The household has not but seen Nobel Aye’s physique, and the junta nonetheless hasn’t launched any information about her loss of life or contacted the household. The Waw Township Courtroom and township police division each informed Frontier they wouldn’t converse to the media.
The murky circumstances of the arrest and killing have led some to imagine she was entrapped; the navy knew she was coming and planted weapons in her automobile. Some additionally doubt her supposed escape try.
Regardless of the dearth of any direct proof, advocates of those theories level to a sample of behaviour by the junta.
Ko Thike Tun Oo, a spokesperson for the Political Prisoners Community Myanmar, shaped after the coup, stated it’s frequent for the regime to extrajudicially execute political prisoners after which accuse them of attempting to flee after the actual fact. Dozens of political prisoners have gone lacking throughout suspicious transfers.
A former political prisoner himself, Thike Tun Oo stated any high-profile prisoner can be escorted by an armed guard whereas being handcuffed and sporting ankle chains, making escape practically unimaginable.
Nevertheless it does appear Nobel Aye, like many different once-peaceful activists, had embraced the armed wrestle earlier than her loss of life.

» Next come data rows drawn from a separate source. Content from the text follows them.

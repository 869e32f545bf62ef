import { z } from 'zod'
import type { ComponentUnit } from './order.ts'
import { HazardSurchargeKeySchema } from './pricing.ts'

/**
 * The wire shape of a priced order line, and the unit conversion the order schemas share with the pricing. Kept
 * apart from quote.ts (which computes the prices with the equation-of-state core) so that screens which only show
 * or validate orders do not load the physics core.
 */

/** Amount in the customer's unit → mole fraction 0..1. */
export function toMoleFraction(amount: number, unit: ComponentUnit): number {
  return unit === 'percent' ? amount / 100 : unit === 'ppm' ? amount / 1e6 : amount
}

// ---- wire shape of a priced line --------------------------------------------------------------------------

export const GasUseSchema = z.object({
  gas: z.string(),
  formula: z.string(),
  /** mole fraction in the mixture */
  fraction: z.number(),
  amountMol: z.number(),
  massKg: z.number(),
  /** standard volume at 15 °C, 101.325 kPa (real gas), m³ */
  standardVolumeM3: z.number(),
  unit: z.enum(['m3-15C', 'kg']),
  unitPriceMinor: z.number().int(),
  costMinor: z.number().int(),
})
export type GasUse = z.infer<typeof GasUseSchema>

export const LinePricingSchema = z.object({
  currency: z.string(),
  /** equation of state used for the filled cylinder */
  model: z.string(),
  temperatureC: z.number(),
  pressureBarAbsolute: z.number(),
  compressibility: z.number(),
  amountMolPerCylinder: z.number(),
  massKgPerCylinder: z.number(),
  referenceLabel: z.string(),
  gases: z.array(GasUseSchema),
  gasMinor: z.number().int(),
  rental: z.object({ key: z.string(), days: z.number().int(), unitPriceMinor: z.number().int(), costMinor: z.number().int() }).nullable(),
  certification: z.object({ key: z.string(), label: z.string(), costMinor: z.number().int() }),
  surcharges: z.array(z.object({ key: HazardSurchargeKeySchema, label: z.string(), costMinor: z.number().int() })),
  perCylinderMinor: z.number().int(),
  quantity: z.number().int(),
  totalMinor: z.number().int(),
  hazards: z.array(HazardSurchargeKeySchema),
  /** safety cautions for this mixture, in plain words */
  cautions: z.array(z.string()),
  /** findings of the physics core (fallback model, condensation risk, …) */
  notes: z.array(z.string()),
})
export type LinePricing = z.infer<typeof LinePricingSchema>
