import { z } from 'zod'

/**
 * Invoices raised through the payment provider for shipped orders, and their payment. Money is integer
 * minor units (cents) with an ISO 4217 currency code.
 */

export const INVOICE_STATUSES = ['draft', 'open', 'paid', 'void', 'uncollectible'] as const
export const InvoiceStatusSchema = z.enum(INVOICE_STATUSES)
export type InvoiceStatus = z.infer<typeof InvoiceStatusSchema>

export const INVOICE_STATUS_LABEL: Record<InvoiceStatus, string> = {
  draft: 'Being prepared',
  open: 'Awaiting payment',
  paid: 'Paid',
  void: 'Cancelled',
  uncollectible: 'Written off',
}

export const InvoiceLineSchema = z.object({
  description: z.string(),
  amountMinor: z.number().int(),
})

export const InvoiceSchema = z.object({
  id: z.number().int(),
  orderId: z.number().int(),
  orderNumber: z.string(),
  customerId: z.number().int(),
  customerCompany: z.string(),
  number: z.string().nullable(),
  status: InvoiceStatusSchema,
  amountMinor: z.number().int(),
  currency: z.string(),
  /** the provider's hosted payment page (open invoices) */
  hostedUrl: z.string().nullable(),
  paidAt: z.string().nullable(),
  createdAt: z.string(),
})
export type Invoice = z.infer<typeof InvoiceSchema>
export const InvoiceListSchema = z.array(InvoiceSchema)

export const InvoiceListQuerySchema = z.strictObject({
  status: InvoiceStatusSchema.optional(),
  orderId: z.coerce.number().int().positive().optional(),
})
export type InvoiceListQuery = z.infer<typeof InvoiceListQuerySchema>

export const CreateInvoiceInputSchema = z.strictObject({
  orderId: z.number().int().positive(),
})
export type CreateInvoiceInput = z.infer<typeof CreateInvoiceInputSchema>

export const CreateInvoiceResultSchema = z.object({
  invoice: InvoiceSchema,
  lines: z.array(InvoiceLineSchema),
  emailed: z.boolean(),
})
export type CreateInvoiceResult = z.infer<typeof CreateInvoiceResultSchema>

/** a shipped order that has no invoice yet */
export const ReadyToInvoiceSchema = z.object({
  orderId: z.number().int(),
  orderNumber: z.string(),
  customerCompany: z.string(),
  reference: z.string(),
  totalMinor: z.number().int(),
  currency: z.string(),
  lines: z.array(InvoiceLineSchema),
})
export type ReadyToInvoice = z.infer<typeof ReadyToInvoiceSchema>
export const ReadyToInvoiceListSchema = z.array(ReadyToInvoiceSchema)

export const WebhookAckSchema = z.object({
  received: z.literal(true),
  /** the event was handled before (same event id): acknowledged, nothing done */
  duplicate: z.boolean(),
})

export const IdParamsSchema = z.strictObject({ id: z.coerce.number().int().positive() })

/** "1 234.50 EUR" style, from minor units (two decimals; the currencies the shop bills in have two) */
export function formatMoney(amountMinor: number, currency: string): string {
  const sign = amountMinor < 0 ? '−' : ''
  const abs = Math.abs(amountMinor)
  const major = Math.floor(abs / 100)
    .toString()
    .replace(/\B(?=(\d{3})+(?!\d))/g, '\u202f')
  return `${sign}${major}.${String(abs % 100).padStart(2, '0')} ${currency.toUpperCase()}`
}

In July 2022, the navy executed Phyo Zeyar Thaw and Ko Jimmy, an NLD parliamentarian and outstanding political activist respectively, accused of orchestrating armed resistance in Yangon. Quickly after the executions, Min Thwe Thit obtained a name from Nobel Aye. “She stated she’s going to help this warfare in any respect prices. She stated she’s going to do it even when she has to pay along with her life,” he recalled.

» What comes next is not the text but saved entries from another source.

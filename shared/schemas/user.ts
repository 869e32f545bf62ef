import { z } from 'zod'
import { RoleSchema } from './auth.ts'

/** Accounts as the admin manages them. Passwords: at least 10 characters. */
export const PasswordSchema = z.string().min(10, 'Use at least 10 characters').max(200)

const RolesSchema = z.array(RoleSchema).min(1, 'Give the account at least one role').max(6)

export const UserCreateInputSchema = z
  .strictObject({
    email: z.string().trim().toLowerCase().email('Enter an e-mail address').max(254),
    name: z.string().trim().min(1, 'Enter the person’s name').max(200),
    roles: RolesSchema,
    customerId: z.number().int().positive().nullable(),
    password: PasswordSchema,
  })
  .refine((u) => !u.roles.includes('customer') || u.customerId !== null, { message: 'A customer account belongs to a customer', path: ['customerId'] })
export type UserCreateInput = z.infer<typeof UserCreateInputSchema>

export const UserUpdateInputSchema = z
  .strictObject({
    name: z.string().trim().min(1, 'Enter the person’s name').max(200),
    roles: RolesSchema,
    customerId: z.number().int().positive().nullable(),
    active: z.boolean(),
  })
  .refine((u) => !u.roles.includes('customer') || u.customerId !== null, { message: 'A customer account belongs to a customer', path: ['customerId'] })
export type UserUpdateInput = z.infer<typeof UserUpdateInputSchema>

export const UserPasswordResetSchema = z.strictObject({ password: PasswordSchema })
export const OwnPasswordChangeSchema = z.strictObject({ currentPassword: z.string().min(1).max(200), newPassword: PasswordSchema })

export const UserSchema = z.object({
  id: z.number().int(),
  email: z.string(),
  name: z.string(),
  roles: z.array(RoleSchema),
  active: z.boolean(),
  customerId: z.number().int().nullable(),
  customerName: z.string().nullable(),
  createdAt: z.string(),
})
export type User = z.infer<typeof UserSchema>
export const UserListSchema = z.object({ items: z.array(UserSchema) })
export const UserIdParamsSchema = z.strictObject({ id: z.coerce.number().int().positive() })

export const AuditQuerySchema = z.strictObject({
  entityType: z.string().trim().max(64).optional(),
  entityId: z.string().trim().max(64).optional(),
  limit: z.coerce.number().int().min(1).max(200).default(50),
})
export const AuditEventSchema = z.object({
  id: z.number().int(),
  at: z.string(),
  actorEmail: z.string().nullable(),
  action: z.string(),
  entityType: z.string(),
  entityId: z.string(),
  detail: z.record(z.string(), z.unknown()).nullable(),
})
export const AuditListSchema = z.object({ items: z.array(AuditEventSchema) })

Zin Mar Aung informed Frontier that because the NUG’s minister of overseas affairs, she’s going to pursue justice by way of any means out there, however as a pal of Nobel Aye’s, she is damage past phrases.
“Now there gained’t be one other probability, we’ll by no means meet once more,” she stated, including that there are numerous different folks in Myanmar who can by no means hope to be reunited with their relations or pals. “I promise to do my responsibility for all those that endure this ache.”